Problem. Given beginWord, endWord, and a wordList, find the length of the shortest transformation sequence from beginWord to endWord where each step changes exactly one letter and every intermediate word is in the list. Return 0 if no sequence exists. Length counts the words in the path (so hit → hot → dot → dog → cog has length 5).
Why BFS — it's shortest path on an implicit graph
Each word is a vertex; two words are adjacent iff they differ by one letter. Every edge has weight 1, so the shortest transformation = fewest edges = BFS. The graph is implicit: you never materialize it, you generate neighbors on demand.

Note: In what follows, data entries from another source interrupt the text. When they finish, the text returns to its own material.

//! Local times in the text, where clocks go forward or back while a flight is in the air.

use chrono::{DateTime, SubsecRound, Utc};
use gloamline::intake::flight_file;
use gloamline::sky::Sky;
use gloamline::units::Instant;
use gloamline::{Brief, brief, reports};
use std::sync::LazyLock;

static SKY: LazyLock<Sky> = LazyLock::new(Sky::default);

/// Flights with a change of clocks at one of their ends while they are in the air, or an odd zone.
const FLIGHTS: [(&str, &str, &str, &str); 12] = [
    // Toronto goes forward at 07:00Z, London at 01:00Z, Helsinki with it
    ("CYYZ", "EGLL", "2026-03-08T04:30:00Z", "7h10m"),
    ("EGLL", "CYYZ", "2026-03-08T03:00:00Z", "7h40m"),
    ("EGLL", "VHHH", "2026-03-28T22:00:00Z", "12h30m"),
    ("EFHK", "RJTT", "2026-03-28T21:00:00Z", "13h20m"),
    // and back: the hours from 05:00Z to 07:00Z read alike in Toronto
    ("CYYZ", "VHHH", "2026-11-01T03:10:00Z", "14h55m"),
    ("KJFK", "EGLL", "2026-11-01T05:30:00Z", "6h50m"),
    ("VHHH", "EGLL", "2026-10-24T17:00:00Z", "13h30m"),
    // half and quarter hours; the date line; the south, where spring is in September
    ("YSSY", "YLHI", "2026-10-03T14:00:00Z", "2h0m"),
    ("NZAA", "SCEL", "2026-09-26T10:30:00Z", "11h15m"),
    ("NZCH", "PHNL", "2026-04-04T12:00:00Z", "9h30m"),
    ("VNKT", "VIDP", "2026-05-01T23:00:00Z", "1h40m"),
    ("CYYT", "EGLL", "2005-10-30T00:30:00Z", "5h20m"),
];

fn briefed((from, to, takeoff, airborne): (&str, &str, &str, &str)) -> Brief {
    let text = format!(
        "from = \"{from}\"\nto = \"{to}\"\ntakeoff = {takeoff}\nairborne = \"{airborne}\"\nname = \"t\""
    );
    brief(flight_file(&text, "clocks").unwrap(), &SKY).unwrap()
}

/// The lines below a heading, parted into their columns.
fn rows(text: &str, heading: &str) -> Vec<Vec<String>> {
    let below = text.lines().skip_while(|line| *line != heading).skip(1);
    let own = below.take_while(|line| !line.is_empty());
    own.map(|line| {
        line.trim().split("  ").map(str::trim).filter(|c| !c.is_empty()).map(String::from).collect()
    })
    .collect()
}

fn to_second(instant: Instant) -> DateTime<Utc> {
    instant.utc().round_subsecs(0)
}

/// A zone's clock as chrono-tz has it, with the days by which its date is not that of UTC.
fn clock(instant: Instant, zone: chrono_tz::Tz) -> String {
    let utc = to_second(instant);
    let local = utc.with_timezone(&zone);
    let days = (local.date_naive() - utc.date_naive()).num_days();
    let mark = ["−1", "", "+1"][usize::try_from(days + 1).unwrap()];
    format!("{}{mark}", local.format("%H:%M"))
}

#[test]
fn the_local_times_of_every_row_are_those_of_the_zones() {
    let mut crossings = 0;
    for given in FLIGHTS {
        let brief = briefed(given);
        let text = reports::text(&brief);
        let zones = [&brief.flight.from, &brief.flight.to].map(|stop| stop.zone.unwrap());
        let at = |at_s: f64| brief.path.takeoff.after_s(at_s);
        let own: Vec<f64> = brief.light.crossings.iter().map(|c| c.at_s).collect();
        for (row, at_s) in rows(&text, "Crossings").iter().skip(1).zip(&own) {
            let wanted = zones.map(|zone| clock(at(*at_s), zone));
            assert_eq!(row[0], to_second(at(*at_s)).format("%H:%M:%S").to_string(), "{given:?}");
            assert_eq!(row[1..3], wanted, "{given:?}\n{text}");
            crossings += 1;
        }
        let mut segments = rows(&text, "Light");
        let sums = segments.iter().position(|row| row[0].starts_with("in all:")).unwrap();
        segments.truncate(sums);
        assert_eq!(segments.len(), brief.light.segments.len() + 1, "{text}");
        for (row, segment) in segments.iter().skip(1).zip(&brief.light.segments) {
            assert_eq!(row[1..3], zones.map(|zone| clock(at(segment.begin_s), zone)), "{given:?}\n{text}");
        }
        for (what, instant) in [("Take-off", brief.flight.takeoff), ("Landing", brief.path.landing())] {
            let line = text.lines().find(|line| line.trim_start().starts_with(what)).unwrap();
            let local =
                zones.map(|zone| instant.utc().with_timezone(&zone).format("%d %b %H:%M").to_string());
            assert!(line.contains(&format!("{}  ", instant.utc().format("%d %b %H:%M:%S"))), "{line}");
            for time in local {
                assert!(line.contains(&format!("  {time}  ")), "{time} is not in {line}");
            }
        }
    }
    assert!(crossings > 20, "only {crossings} crossings");
}

/// The changes as the zones' authorities announced them, so that this does not rest on one library.
#[test]
fn a_change_of_clocks_in_the_air_is_told_with_both_offsets() {
    for (given, lines) in [
        (FLIGHTS[0], ["CYYZ (UTC−5, then UTC−4)  EGLL (UTC+0)", "07 Mar 23:30", "08 Mar 07:40"]),
        (FLIGHTS[2], ["EGLL (UTC+0, then UTC+1)  VHHH (UTC+8)", "28 Mar 22:00", "29 Mar 11:30"]),
        (FLIGHTS[4], ["CYYZ (UTC−4, then UTC−5)  VHHH (UTC+8)", "31 Oct 23:10", "01 Nov 13:05"]),
        (
            FLIGHTS[7],
            ["YSSY (UTC+10, then UTC+11)  YLHI (UTC+10:30, then UTC+11)", "04 Oct 00:00", "04 Oct 03:00"],
        ),
        (
            FLIGHTS[11],
            ["CYYT (UTC−2:30, then UTC−3:30)  EGLL (UTC+1, then UTC+0)", "29 Oct 22:00", "30 Oct 02:20"],
        ),
    ] {
        let text = reports::text(&briefed(given));
        for line in lines {
            assert!(text.contains(line), "{line} is not in\n{text}");
        }
    }
}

Generating neighbors efficiently
The naive neighbor check compares every pair of words — O(N²·L). Better: for a word of length L, try all 26·L one-letter mutations and keep those present in a HashSet of the word list. That's O(26·L) per word, independent of list size, and the set membership check is O(L) for hashing.
Approach — BFS, O(N · L²) time, O(N · L) space
int ladderLength(String beginWord, String endWord, List<String> wordList) {
Set<String> dict = new HashSet<>(wordList);
if (!dict.contains(endWord)) return 0; // target unreachable
Queue<String> q = new ArrayDeque<>();
q.add(beginWord);
Set<String> visited = new HashSet<>();
visited.add(beginWord);
for (int level = 1; !q.isEmpty(); level++) {
for (int i = q.size(); i > 0; i--) { // drain one BFS level
String word = q.poll();
if (word.equals(endWord)) return level;
char[] chars = word.toCharArray();
for (int p = 0; p < chars.length; p++) {
char original = chars[p];
for (char c = 'a'; c <= 'z'; c++) { // 26 mutations at position p
if (c == original) continue;
chars[p] = c;
String next = new String(chars);
if (dict.contains(next) && visited.add(next))
q.add(next); // mark on enqueue
}
chars[p] = original; // restore for next position
}
}
}
return 0;
}With N words of length L, each word generates 26·L candidates and building each string is O(L), giving O(N · L²) time. visited.add returning false skips re-enqueues, so each word is processed once.